WHAT IS NEEDED
Filter these records by the string "slow", copying each line that holds it.

== Segment start ==

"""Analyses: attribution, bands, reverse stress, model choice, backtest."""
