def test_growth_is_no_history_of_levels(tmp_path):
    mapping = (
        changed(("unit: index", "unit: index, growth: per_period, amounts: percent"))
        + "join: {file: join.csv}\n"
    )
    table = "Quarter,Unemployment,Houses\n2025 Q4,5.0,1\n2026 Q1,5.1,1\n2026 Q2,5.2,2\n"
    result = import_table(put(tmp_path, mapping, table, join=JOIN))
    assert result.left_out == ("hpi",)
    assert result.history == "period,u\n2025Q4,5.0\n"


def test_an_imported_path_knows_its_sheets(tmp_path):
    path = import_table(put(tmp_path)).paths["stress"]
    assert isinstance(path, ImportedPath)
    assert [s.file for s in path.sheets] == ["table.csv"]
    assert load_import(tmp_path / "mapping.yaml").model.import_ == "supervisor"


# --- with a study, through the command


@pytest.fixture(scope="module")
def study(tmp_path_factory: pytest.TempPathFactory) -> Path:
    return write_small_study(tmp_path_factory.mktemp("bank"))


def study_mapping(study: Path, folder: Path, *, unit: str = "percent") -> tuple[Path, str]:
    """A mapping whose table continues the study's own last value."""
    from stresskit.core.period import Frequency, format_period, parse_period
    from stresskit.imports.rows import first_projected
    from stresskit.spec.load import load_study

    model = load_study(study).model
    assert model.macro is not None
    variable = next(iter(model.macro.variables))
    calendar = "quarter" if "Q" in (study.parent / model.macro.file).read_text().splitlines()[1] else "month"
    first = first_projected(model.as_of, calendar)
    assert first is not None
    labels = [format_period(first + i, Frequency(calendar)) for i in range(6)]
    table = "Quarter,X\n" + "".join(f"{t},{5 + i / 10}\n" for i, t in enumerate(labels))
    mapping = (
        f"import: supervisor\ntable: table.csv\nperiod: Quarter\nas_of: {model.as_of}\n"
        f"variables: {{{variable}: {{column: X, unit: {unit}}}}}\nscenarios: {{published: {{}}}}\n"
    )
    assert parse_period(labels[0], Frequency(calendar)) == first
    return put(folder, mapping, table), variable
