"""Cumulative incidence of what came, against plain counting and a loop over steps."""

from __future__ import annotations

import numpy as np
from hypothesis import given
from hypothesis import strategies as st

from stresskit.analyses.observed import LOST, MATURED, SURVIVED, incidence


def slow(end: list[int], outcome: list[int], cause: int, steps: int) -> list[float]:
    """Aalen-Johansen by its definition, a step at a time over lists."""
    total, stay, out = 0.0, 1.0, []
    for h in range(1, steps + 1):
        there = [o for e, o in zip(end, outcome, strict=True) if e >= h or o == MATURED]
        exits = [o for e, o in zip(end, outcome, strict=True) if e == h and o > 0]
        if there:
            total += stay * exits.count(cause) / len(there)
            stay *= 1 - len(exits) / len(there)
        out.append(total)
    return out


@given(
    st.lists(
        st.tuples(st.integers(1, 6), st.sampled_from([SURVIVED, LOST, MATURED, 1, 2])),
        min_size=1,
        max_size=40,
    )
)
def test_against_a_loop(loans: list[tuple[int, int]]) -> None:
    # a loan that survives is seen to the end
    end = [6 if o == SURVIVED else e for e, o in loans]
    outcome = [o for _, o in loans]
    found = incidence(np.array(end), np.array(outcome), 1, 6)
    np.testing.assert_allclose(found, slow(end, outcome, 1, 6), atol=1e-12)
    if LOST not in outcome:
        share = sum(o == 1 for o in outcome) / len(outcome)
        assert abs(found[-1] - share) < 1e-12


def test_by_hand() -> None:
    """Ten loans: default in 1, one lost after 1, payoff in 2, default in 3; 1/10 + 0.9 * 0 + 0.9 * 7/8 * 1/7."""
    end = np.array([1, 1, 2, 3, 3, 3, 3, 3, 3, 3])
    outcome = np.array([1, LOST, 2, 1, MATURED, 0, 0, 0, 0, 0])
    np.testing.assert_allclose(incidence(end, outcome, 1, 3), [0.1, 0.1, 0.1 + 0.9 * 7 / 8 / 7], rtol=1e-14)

== Segment end ==

OUTPUT BELOW
def slow(end: list[int], outcome: list[int], cause: int, steps: int) -> list[float]:
    np.testing.assert_allclose(found, slow(end, outcome, 1, 6), atol=1e-12)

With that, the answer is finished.